I finally said: “I am gay too, Ikenna (not real name). Just like you. But my experience has been different. I have never had a kito situation (yes, I have been fortunate in that regard). I graduated on top of my faculty in university (can I brag just a bit, please). I have a job, and I’d like to think I have a great life. You know the difference between me and you? You often think with your dick and ass, while I think with my brain. You have made very poor choices in life which had nothing to do with you being gay, it’s just that you always seek instant gratification, no matter the cost, and that is the root cause of these your issues.”

When I was done talking, another silence ensued. And then, another person asked, directing his words at me, “Dennis, are you saying you like being gay?”

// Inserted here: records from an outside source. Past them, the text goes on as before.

"""dask: the same estimates from parts of the records, on threads and on a local cluster of two workers."""

import numpy as np
import pytest

from manybody.estimation import parallel
from manybody.estimation.driver import estimate
from manybody.estimation.setup import parse_subsystems
from manybody.io.shadow import read_shadow, write_shadow
from manybody.measure.ensembles import LocalEnsemble, ShallowEnsemble
from manybody.references import exact
from tests.helpers import chain, make_shadow, tfim_model

N = 8


def largest_difference(a, b):
    assert set(a.data_vars) == set(b.data_vars)
    return max(float(np.nanmax(np.abs(a[v].values - b[v].values), initial=0)) for v in a.data_vars)


@pytest.fixture
def small_parts(monkeypatch):
    monkeypatch.setattr(parallel, "PART_RECORDS", 3000)


@pytest.mark.parametrize("ens,shots", [(LocalEnsemble(N), 1), (LocalEnsemble(N), 6),
                                       (ShallowEnsemble(N, 2, chain(N)), 1)], ids=["local", "local-shots", "shallow"])
def test_threads_give_the_serial_results(ens, shots, small_parts, monkeypatch):
    # The serial path is the reference: sums over parts in another order agree to rounding (1e-12).
    from manybody.estimation.accumulators import purity

    monkeypatch.setattr(purity, "HISTOGRAM_MAX_SITES", 4)  # 0-7 then takes the pair-count path
    model = tfim_model(N)
    _, psi = exact.ground_state(model.hamiltonian)
    shadow = make_shadow(psi, ens, 6000 // shots, shots=shots, seed=5)
    quantities = ("energy", "correlations", "mutual_information", "total_magnetization", "purity")
    subsystems = parse_subsystems("0-2;3,5;0-7" if ens.is_local else "0-2;3,5", N)
    serial = estimate(shadow, model, subsystems, quantities=quantities, chunk=2048)
    threaded = estimate(shadow, model, subsystems, quantities=quantities, chunk=2048, scheduler="threads")
    assert largest_difference(serial, threaded) < 1e-12


def test_local_cluster_of_two_workers_gives_the_serial_results(tmp_path, small_parts):
    distributed = pytest.importorskip("dask.distributed")
    model = tfim_model(N)
    _, psi = exact.ground_state(model.hamiltonian)
    write_shadow(make_shadow(psi, LocalEnsemble(N), 9000, seed=6), tmp_path / "s.nc")
    shadow = read_shadow(tmp_path / "s.nc")
    quantities = ("energy", "correlations", "mutual_information")
    serial = estimate(shadow, model, quantities=quantities)
    with distributed.LocalCluster(n_workers=2, threads_per_worker=1, processes=True,
                                  dashboard_address=None) as cluster, distributed.Client(cluster) as client:
        clustered = estimate(shadow, model, quantities=quantities, scheduler=client)
    assert largest_difference(serial, clustered) < 1e-12


def test_every_scheduler_gives_the_same_numbers(small_parts):
    # The parts, the BLAS threads and the order of merging do not depend on the scheduler: the
    # default (threads on more than one core), 'threads' and 'sync' give identical datasets.
    model = tfim_model(N)
    _, psi = exact.ground_state(model.hamiltonian)
    shadow = make_shadow(psi, LocalEnsemble(N), 10000, seed=8)
    subsystems = parse_subsystems("0-1;2-5", N)
    results = [estimate(shadow, model, subsystems, chunk=1500, scheduler=s) for s in (None, "threads", "sync")]
    for other in results[1:]:
        assert largest_difference(results[0], other) == 0.0


def test_records_with_counts_give_the_results_of_one_row_per_shot(small_parts):
    # The same snapshots written once per shot and as (distinct outcome, count) records of each
    # setting: every quantity agrees to rounding, also when a record has more shots than a chunk.
    model = tfim_model(N)
    _, psi = exact.ground_state(model.hamiltonian)
    shadow = make_shadow(psi, LocalEnsemble(N), 100, shots=40, seed=9)
    key = shadow.record_setting * 2**N + shadow.outcomes @ (2 ** np.arange(N))
    _, first, counts = np.unique(key, return_index=True, return_counts=True)
    grouped = shadow.with_records(shadow.record_setting[first], shadow.outcomes[first], counts)
    assert counts.max() > 6
    subsystems = parse_subsystems("0-2", N)
    rows = estimate(shadow, model, subsystems, chunk=6)
    records = estimate(grouped, model, subsystems, chunk=6)
    assert largest_difference(rows, records) < 1e-12


def test_shot_pieces_repeat_every_record_its_count():
    # Plain arithmetic: the pieces, concatenated, are np.repeat of the records; none is longer than asked.
    from manybody.estimation.driver import shot_pieces

    rng = np.random.default_rng(1)
    pos, counts = np.arange(30), rng.integers(0, 9, 30)
    counts[4] = 40  # more shots than a piece
    bits = rng.integers(0, 2, (30, 3), dtype=np.uint8)
    pieces = list(shot_pieces(pos, bits, counts, 7))
    assert max(len(p) for p, _ in pieces) <= 7
    assert np.array_equal(np.concatenate([p for p, _ in pieces]), np.repeat(pos, counts))
    assert np.array_equal(np.concatenate([b for _, b in pieces]), np.repeat(bits, counts, axis=0))


def test_series_on_threads_equals_the_series_in_this_thread():
    # A quench series runs one shadow per thread; each result must equal the one-thread estimate exactly
    # (a reproducibility check of our own scheduling, no outside source).
    import manybody as mb

    model = tfim_model(N)
    shadows = mb.simulate(model, "neel", 1500, times=[0.0, 0.4, 0.8], seed=4)
    threads = mb.estimate_series(shadows, subsystems="0-1", scheduler="threads")
    alone = mb.estimate_series(shadows, subsystems="0-1", scheduler="sync")
    assert largest_difference(threads, alone) == 0.0
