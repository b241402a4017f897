"""User-defined observables: parsing, estimates against exact values, depth beating depth 0 on long strings."""

import warnings
from functools import reduce

import numpy as np
import pytest

from hamiltonians.pauli import PauliExpansion
from manybody.errors import InputError
from manybody.estimation.driver import estimate
from manybody.measure.ensembles import GlobalEnsemble, LocalEnsemble, ShallowEnsemble
from manybody.measure.observables import load_observables, observables_from, parse_observable
from manybody.references import exact
from tests.helpers import chain, make_shadow, tfim_model, within

SIGMA = {"X": np.array([[0, 1], [1, 0]]), "Y": np.array([[0, -1j], [1j, 0]]), "Z": np.diag([1.0, -1.0])}


def dense_operator(observable, n):
    """The observable as a 2^n matrix from numpy Kronecker products (qubit 0 most significant)."""
    out = np.zeros((2**n, 2**n), dtype=complex)
    for c, factors in observable.terms:
        letters = dict(factors)
        out += c * reduce(np.kron, [SIGMA[letters[q]] if q in letters else np.eye(2) for q in range(n)])
    return out


def ghz(n):
    psi = np.zeros(2**n)
    psi[0] = psi[-1] = 2**-0.5
    return psi


def test_text_forms_and_canonical_expressions():
    o = parse_observable("hop = 0.5*X0 X1 + 0.5 Y0*Y1 - 2")
    assert o.name == "hop"
    assert o.expression == "0.5*X0 X1 + 0.5*Y0 Y1 - 2"
    assert parse_observable(o.name + "=" + o.expression) == o
    op = o.expansion(3)
    assert sorted(op.strings()) == ["III", "XXI", "YYI"]
    assert parse_observable("s=Z3 Z1").expansion(4).strings() == ["IZIZ"]


@pytest.mark.parametrize("text, message", [
    ("a=Z0 Z0", "qubit 0 appears twice"),
    ("a=", "empty"),
    ("a=Z0 +", "ends with a sign"),
    ("a=Q1", "cannot read 'Q1'"),
    ("a=Z0 2", "one coefficient per product"),
    ("a=Z0 * - Z1", "sign right after"),
    ("Z0 Z1", "expected 'name=expression'"),
    ("2a=Z0", "must start with a letter"),
])
def test_bad_text_is_one_sentence_naming_the_observable(text, message):
    with pytest.raises(InputError, match=message) as info:
        parse_observable(text)
    assert info.value.argument == "observables"
    assert str(info.value).startswith("observables ")
    assert "\n" not in str(info.value)


def test_qubit_outside_the_shadow_and_repeated_names():
    with pytest.raises(InputError, match=r"^observables 'a': qubit 7 is outside the shadow's qubits \(0 to 3\)$"):
        observables_from(["a=Z7"], 4)
    with pytest.raises(InputError, match="'a' is used twice"):
        observables_from(["a=Z0", "a=Z1"], 4)
    with pytest.raises(InputError, match="complex coefficients"):
        observables_from([("b", PauliExpansion.from_strings(["XY"], 1j))], 2)


def test_toml_file_both_forms(tmp_path):
    path = tmp_path / "obs.toml"
    path.write_text('[[observable]]\nname = "string"\nterms = [{pauli = "ZZZ", on = [0, 2, 3]}]\n\n'
                    '[[observable]]\nname = "exchange"\nexpression = "0.5*X0 X1 + 0.5*Y0 Y1"\n\n'
                    '[[observable]]\nname = "sum"\nterms = [{pauli = "XX", on = [0, 1], coefficient = 0.5},\n'
                    '         {pauli = "YY", on = [0, 1], coefficient = 0.5}]\n')
    string, exchange, total = load_observables(path)
    assert string.expression == "Z0 Z2 Z3"
    assert exchange.terms == total.terms
    bad = tmp_path / "bad.toml"
    bad.write_text('[[observable]]\nname = "x"\nterms = [{pauli = "ZZ", on = [0]}]\n')
    with pytest.raises(InputError, match=r"bad.toml: observable 1 \('x'\), term 1: 'on' must list one qubit"):
        load_observables(bad)
    bad.write_text('[[observable]]\nname = "x"\nexpression = "Z0"\nterms = []\n')
    with pytest.raises(InputError, match="either 'expression'"):
        load_observables(bad)


@pytest.mark.parametrize("kind", ["local", "shallow", "global"])
def test_estimates_match_exact_expectations(kind):
    # exact values <psi|O|psi> from numpy Kronecker products of Pauli matrices; scipy ground state
    n = 6
    model = tfim_model(n)
    _, psi = exact.ground_state(model.hamiltonian)
    ens = {"local": LocalEnsemble(n), "shallow": ShallowEnsemble(n, 1, chain(n)), "global": GlobalEnsemble(n)}[kind]
    texts = ["zz=Z0 Z1", "exchange=0.5*X2 X3 + 0.5*Y2 Y3", "string=X1 X2 X3 X4", "shifted=1 - Z2 + 0.5*X3",
             "zstring=Z0 Z1 Z2 Z3 Z4 Z5"]
    shadow = make_shadow(psi, ens, 2500 if kind == "global" else 6000, seed=11)  # global sampling is slow
    result = estimate(shadow, model, quantities=("observables",), options={"observables": texts})
    truth = [np.vdot(psi, dense_operator(parse_observable(t), n) @ psi).real for t in texts]
    assert list(result.observable_name.values) == [t.split("=")[0] for t in texts]
    ok, worst = within(result.observable.values, result.observable_err.values, truth, blocks=20)
    assert ok, worst


def test_long_z_string_error_bars_depth_two_against_depth_zero():
    # GHZ state: <Z^(x8)> = 1. The per-snapshot variance of o_P is 1/lambda_P - <P>^2 exactly for these
    # Clifford ensembles (Huang, Kueng, Preskill, Nat. Phys. 16, 1050 (2020)): 3^8 - 1 at depth 0 and
    # 1/lambda - 1 ~ 409 at depth 2 on an open 8-qubit brickwork (docs/design.md section 3.3).
    n, snapshots = 8, 120_000
    psi = ghz(n)
    errors = {}
    for depth in (0, 2):
        ens = LocalEnsemble(n) if depth == 0 else ShallowEnsemble(n, depth, chain(n))
        shadow = make_shadow(psi, ens, snapshots, seed=40 + depth)
        result = estimate(shadow, None, quantities=("observables",), options={"observables": ["z8=" + " ".join(
            f"Z{q}" for q in range(n))]})
        value, err = float(result.observable[0]), float(result.observable_err[0])
        assert abs(value - 1.0) <= 4 * err, (depth, value, err)
        inv_lam = 1 / ens.eigenvalue(np.ones(n, dtype=bool))
        errors[depth] = err, np.sqrt((inv_lam - 1.0) / snapshots)
    assert errors[0][1] / errors[2][1] > 3.5  # exact ratio sqrt(6560 / 409) = 4.0
    # the jackknife error with B = 20 blocks has a relative spread of about 1/sqrt(2 (B - 1)) = 0.16
    # (chi distribution, common practice, no source); allow 4 of those at depth 2
    assert abs(errors[2][0] / errors[2][1] - 1) <= 4 * 0.16, errors
    assert errors[2][0] < errors[0][0], errors


def test_unmeasured_string_is_nan_with_a_warning():
    n = 8
    shadow = make_shadow(ghz(n), LocalEnsemble(n), 60, seed=5)
    all_z = np.all(shadow.settings.basis == 2, axis=1).any()
    with warnings.catch_warnings(record=True) as caught:
        warnings.simplefilter("always")
        result = estimate(shadow, None, quantities=("observables",),
                          options={"observables": ["z8=" + " ".join(f"Z{q}" for q in range(n)), "z0=Z0"]})
    assert not all_z  # no setting measured Z on every qubit (60 settings, probability 60 / 3^8)
    assert np.isnan(result.observable.values[0]) and np.isnan(result.observable_err.values[0])
    assert np.isfinite(result.observable.values[1])
    assert any("no snapshot measured" in str(w.message) for w in caught)


def test_pauli_expansions_and_dicts_are_accepted():
    ops = observables_from({"xx": PauliExpansion.from_strings(["XXI"], 2.0), "z": "Z2"}, 3)
    assert [name for name, _, _ in ops] == ["xx", "z"]
    assert ops[0][1].strings() == ["XXI"] and ops[0][2] == "2*XXI"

I took my time to answer that question. I told them that my life would have been easier if I were straight; by now, I maybe would be engaged to some schoolteacher and we would be planning our wedding. But it is what it is. If life hands me a lemon, then by god, I will make lemonade and sell them at a profit, rather than lament that I wanted citrus instead.

So, do I like being gay? I would say that all round, being gay has made me a better person, because I am tolerant of differences, something I wasn’t when I was still in denial of my sexuality. Anytime I want to judge someone for anything, there is always this little voice in my head, reminding me that people also judge me and that it would be unfair to judge someone else so. I find myself constantly defending minorities; I defend the rights of women, I defend single mothers, and I generally no longer buy the single story about anybody the same way I expect people not to make my homosexuality the single story about me. I was once driving through GRA Red Light District with a friend, and he turned up his nose at the prostitutes we spotted in judgment, and I told him not to judge these women until he’d heard their stories, as I do believe some of them do not want this life they live.

So yes, being gay has made me a better person and I live my life without regrets and on my own terms.